▸ Work request
Among the entries below, only the lines starting at the one with "import json" and ending at the one with "assert result.reference.energy == problem.reference.energy", both included, are to be printed exactly.

▸ Supplied material
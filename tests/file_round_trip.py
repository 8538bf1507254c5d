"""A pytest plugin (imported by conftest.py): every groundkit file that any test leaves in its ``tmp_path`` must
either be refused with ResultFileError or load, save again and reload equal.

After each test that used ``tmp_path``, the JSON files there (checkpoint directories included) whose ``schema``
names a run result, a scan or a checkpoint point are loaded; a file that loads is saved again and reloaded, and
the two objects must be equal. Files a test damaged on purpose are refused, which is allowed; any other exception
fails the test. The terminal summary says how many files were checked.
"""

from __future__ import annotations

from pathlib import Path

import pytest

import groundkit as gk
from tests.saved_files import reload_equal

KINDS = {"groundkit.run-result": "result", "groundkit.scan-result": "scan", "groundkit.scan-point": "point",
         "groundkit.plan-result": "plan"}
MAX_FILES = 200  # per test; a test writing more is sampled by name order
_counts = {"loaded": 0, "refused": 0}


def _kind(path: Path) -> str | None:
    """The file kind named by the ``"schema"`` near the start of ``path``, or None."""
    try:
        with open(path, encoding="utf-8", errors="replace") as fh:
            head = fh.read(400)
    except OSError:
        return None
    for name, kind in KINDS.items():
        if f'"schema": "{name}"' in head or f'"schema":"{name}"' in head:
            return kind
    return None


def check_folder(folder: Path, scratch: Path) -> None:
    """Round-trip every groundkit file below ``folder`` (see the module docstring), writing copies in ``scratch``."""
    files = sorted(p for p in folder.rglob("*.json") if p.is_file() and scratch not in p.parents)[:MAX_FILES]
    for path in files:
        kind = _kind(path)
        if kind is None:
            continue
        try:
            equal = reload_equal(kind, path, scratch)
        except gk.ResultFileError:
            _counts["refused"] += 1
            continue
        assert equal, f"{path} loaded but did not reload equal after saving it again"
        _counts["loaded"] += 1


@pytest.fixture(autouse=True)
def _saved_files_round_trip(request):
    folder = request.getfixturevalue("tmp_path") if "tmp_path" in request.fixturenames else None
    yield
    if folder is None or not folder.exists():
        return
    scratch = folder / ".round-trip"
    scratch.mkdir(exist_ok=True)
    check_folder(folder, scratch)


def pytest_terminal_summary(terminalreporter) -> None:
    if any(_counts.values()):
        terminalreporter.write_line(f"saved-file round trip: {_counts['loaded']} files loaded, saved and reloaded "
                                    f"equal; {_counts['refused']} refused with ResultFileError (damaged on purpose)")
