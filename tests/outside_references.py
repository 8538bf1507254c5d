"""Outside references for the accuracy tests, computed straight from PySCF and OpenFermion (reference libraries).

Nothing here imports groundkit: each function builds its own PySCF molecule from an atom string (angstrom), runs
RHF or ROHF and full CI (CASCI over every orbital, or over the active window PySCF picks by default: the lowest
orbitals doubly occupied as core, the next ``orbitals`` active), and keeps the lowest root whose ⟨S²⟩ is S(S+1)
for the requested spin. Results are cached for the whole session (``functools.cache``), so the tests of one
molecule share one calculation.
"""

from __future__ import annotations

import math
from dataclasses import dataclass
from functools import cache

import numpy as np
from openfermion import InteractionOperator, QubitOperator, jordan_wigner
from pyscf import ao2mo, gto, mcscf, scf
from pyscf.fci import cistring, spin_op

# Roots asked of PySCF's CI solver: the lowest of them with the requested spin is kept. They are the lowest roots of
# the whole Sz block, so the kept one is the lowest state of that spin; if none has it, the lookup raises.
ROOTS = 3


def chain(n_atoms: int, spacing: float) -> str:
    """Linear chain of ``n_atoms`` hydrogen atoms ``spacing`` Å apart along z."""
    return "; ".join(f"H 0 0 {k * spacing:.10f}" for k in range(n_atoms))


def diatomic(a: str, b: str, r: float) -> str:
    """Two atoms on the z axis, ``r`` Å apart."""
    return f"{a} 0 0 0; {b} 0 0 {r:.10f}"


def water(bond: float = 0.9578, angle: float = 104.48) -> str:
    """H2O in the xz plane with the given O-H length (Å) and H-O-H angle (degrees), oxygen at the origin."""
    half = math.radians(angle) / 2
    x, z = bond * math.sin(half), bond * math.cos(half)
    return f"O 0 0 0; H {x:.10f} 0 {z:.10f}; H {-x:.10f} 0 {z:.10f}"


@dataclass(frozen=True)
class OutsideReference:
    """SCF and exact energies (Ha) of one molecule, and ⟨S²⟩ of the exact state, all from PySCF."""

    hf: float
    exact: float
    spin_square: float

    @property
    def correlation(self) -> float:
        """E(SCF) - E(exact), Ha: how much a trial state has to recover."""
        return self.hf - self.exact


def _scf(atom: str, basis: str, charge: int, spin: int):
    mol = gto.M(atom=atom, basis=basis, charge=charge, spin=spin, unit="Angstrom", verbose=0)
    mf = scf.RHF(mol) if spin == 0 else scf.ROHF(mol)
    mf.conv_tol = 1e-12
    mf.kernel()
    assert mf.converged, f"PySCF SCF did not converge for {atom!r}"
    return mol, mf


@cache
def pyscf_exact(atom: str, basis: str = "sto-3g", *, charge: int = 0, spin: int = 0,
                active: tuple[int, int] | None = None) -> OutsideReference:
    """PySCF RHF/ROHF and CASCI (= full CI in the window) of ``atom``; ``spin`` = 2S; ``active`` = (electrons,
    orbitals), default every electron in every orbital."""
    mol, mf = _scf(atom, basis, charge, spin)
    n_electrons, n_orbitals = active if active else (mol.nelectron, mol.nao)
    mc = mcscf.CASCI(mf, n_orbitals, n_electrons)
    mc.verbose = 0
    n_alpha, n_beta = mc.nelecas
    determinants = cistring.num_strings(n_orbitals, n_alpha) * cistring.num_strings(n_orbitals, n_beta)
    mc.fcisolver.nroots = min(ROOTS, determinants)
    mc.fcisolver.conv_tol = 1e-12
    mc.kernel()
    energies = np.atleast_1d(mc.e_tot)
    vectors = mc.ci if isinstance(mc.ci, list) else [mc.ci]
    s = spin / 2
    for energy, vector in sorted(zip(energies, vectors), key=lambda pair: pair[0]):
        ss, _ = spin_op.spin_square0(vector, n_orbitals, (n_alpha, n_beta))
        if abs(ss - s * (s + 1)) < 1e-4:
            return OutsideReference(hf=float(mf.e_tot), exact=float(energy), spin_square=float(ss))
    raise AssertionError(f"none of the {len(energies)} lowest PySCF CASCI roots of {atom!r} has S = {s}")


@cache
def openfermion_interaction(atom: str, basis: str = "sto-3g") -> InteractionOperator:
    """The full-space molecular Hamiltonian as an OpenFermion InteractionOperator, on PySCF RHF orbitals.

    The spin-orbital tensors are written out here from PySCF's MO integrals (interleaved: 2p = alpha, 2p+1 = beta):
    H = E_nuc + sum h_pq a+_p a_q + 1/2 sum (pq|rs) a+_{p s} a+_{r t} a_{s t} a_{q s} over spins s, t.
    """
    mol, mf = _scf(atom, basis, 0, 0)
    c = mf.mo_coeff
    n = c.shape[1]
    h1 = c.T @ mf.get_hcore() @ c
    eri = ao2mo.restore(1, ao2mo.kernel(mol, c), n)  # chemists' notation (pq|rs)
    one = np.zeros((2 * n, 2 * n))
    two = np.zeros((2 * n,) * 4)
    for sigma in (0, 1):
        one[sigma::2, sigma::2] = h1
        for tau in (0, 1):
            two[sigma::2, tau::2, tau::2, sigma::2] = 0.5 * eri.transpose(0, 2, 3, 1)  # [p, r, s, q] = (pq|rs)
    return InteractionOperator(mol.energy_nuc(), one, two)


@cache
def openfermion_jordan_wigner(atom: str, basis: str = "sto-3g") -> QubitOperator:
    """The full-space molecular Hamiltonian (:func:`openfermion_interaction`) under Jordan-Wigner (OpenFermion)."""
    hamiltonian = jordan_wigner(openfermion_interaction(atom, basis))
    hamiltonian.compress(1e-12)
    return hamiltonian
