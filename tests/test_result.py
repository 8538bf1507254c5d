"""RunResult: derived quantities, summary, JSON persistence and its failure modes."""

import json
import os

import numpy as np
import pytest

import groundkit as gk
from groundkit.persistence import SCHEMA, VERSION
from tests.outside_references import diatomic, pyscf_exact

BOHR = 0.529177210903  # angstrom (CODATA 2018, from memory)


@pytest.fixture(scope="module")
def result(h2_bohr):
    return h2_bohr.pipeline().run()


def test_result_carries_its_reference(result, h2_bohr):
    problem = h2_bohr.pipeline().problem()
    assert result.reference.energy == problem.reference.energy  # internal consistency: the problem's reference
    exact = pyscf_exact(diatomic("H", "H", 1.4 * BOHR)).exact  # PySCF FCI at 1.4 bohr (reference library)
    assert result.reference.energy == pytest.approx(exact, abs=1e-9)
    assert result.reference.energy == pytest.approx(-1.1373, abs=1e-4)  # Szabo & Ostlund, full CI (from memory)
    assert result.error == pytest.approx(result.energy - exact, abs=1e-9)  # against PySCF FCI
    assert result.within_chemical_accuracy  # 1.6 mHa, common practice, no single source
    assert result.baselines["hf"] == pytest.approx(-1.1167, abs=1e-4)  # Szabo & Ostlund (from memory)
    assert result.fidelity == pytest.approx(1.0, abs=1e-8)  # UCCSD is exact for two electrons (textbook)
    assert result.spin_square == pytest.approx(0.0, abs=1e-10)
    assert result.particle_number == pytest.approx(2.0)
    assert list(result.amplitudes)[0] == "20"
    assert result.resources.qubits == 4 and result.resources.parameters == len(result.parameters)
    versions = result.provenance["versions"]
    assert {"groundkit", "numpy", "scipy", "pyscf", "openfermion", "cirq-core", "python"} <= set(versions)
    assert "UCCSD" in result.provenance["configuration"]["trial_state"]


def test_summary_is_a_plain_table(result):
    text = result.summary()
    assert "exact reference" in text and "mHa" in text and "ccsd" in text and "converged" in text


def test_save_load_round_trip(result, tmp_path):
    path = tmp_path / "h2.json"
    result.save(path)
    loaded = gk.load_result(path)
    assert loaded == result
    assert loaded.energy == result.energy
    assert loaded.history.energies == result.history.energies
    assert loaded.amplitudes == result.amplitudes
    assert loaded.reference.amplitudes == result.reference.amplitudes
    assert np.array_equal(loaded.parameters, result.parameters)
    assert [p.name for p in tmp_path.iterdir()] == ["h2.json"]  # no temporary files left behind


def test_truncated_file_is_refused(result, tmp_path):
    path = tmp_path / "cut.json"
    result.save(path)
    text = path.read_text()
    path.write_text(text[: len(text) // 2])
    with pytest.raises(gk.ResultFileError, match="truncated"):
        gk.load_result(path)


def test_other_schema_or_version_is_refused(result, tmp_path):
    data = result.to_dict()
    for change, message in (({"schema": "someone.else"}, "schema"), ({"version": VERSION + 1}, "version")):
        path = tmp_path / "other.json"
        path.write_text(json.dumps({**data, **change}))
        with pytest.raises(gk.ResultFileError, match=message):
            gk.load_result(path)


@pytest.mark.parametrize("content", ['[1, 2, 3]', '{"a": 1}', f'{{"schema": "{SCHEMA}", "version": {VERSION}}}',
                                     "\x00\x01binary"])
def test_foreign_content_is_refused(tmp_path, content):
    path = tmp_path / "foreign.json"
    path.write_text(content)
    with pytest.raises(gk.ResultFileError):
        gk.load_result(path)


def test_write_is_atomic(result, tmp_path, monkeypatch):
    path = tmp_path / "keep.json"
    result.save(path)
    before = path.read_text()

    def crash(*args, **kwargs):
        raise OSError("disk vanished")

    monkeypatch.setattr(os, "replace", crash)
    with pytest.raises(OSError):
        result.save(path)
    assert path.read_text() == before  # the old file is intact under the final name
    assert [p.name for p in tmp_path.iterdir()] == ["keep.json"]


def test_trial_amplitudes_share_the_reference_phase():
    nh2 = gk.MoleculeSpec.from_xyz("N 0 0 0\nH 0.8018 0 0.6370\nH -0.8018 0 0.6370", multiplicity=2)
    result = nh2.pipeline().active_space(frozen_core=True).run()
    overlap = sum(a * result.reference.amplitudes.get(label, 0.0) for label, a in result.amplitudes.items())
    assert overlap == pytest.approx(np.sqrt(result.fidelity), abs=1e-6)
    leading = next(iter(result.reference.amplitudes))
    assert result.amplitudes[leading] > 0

▸ Answer to this problem
import json
import os

import numpy as np
import pytest

import groundkit as gk
from groundkit.persistence import SCHEMA, VERSION
from tests.outside_references import diatomic, pyscf_exact

BOHR = 0.529177210903  # angstrom (CODATA 2018, from memory)


@pytest.fixture(scope="module")
def result(h2_bohr):
    return h2_bohr.pipeline().run()


def test_result_carries_its_reference(result, h2_bohr):
    problem = h2_bohr.pipeline().problem()
    assert result.reference.energy == problem.reference.energy  # internal consistency: the problem's reference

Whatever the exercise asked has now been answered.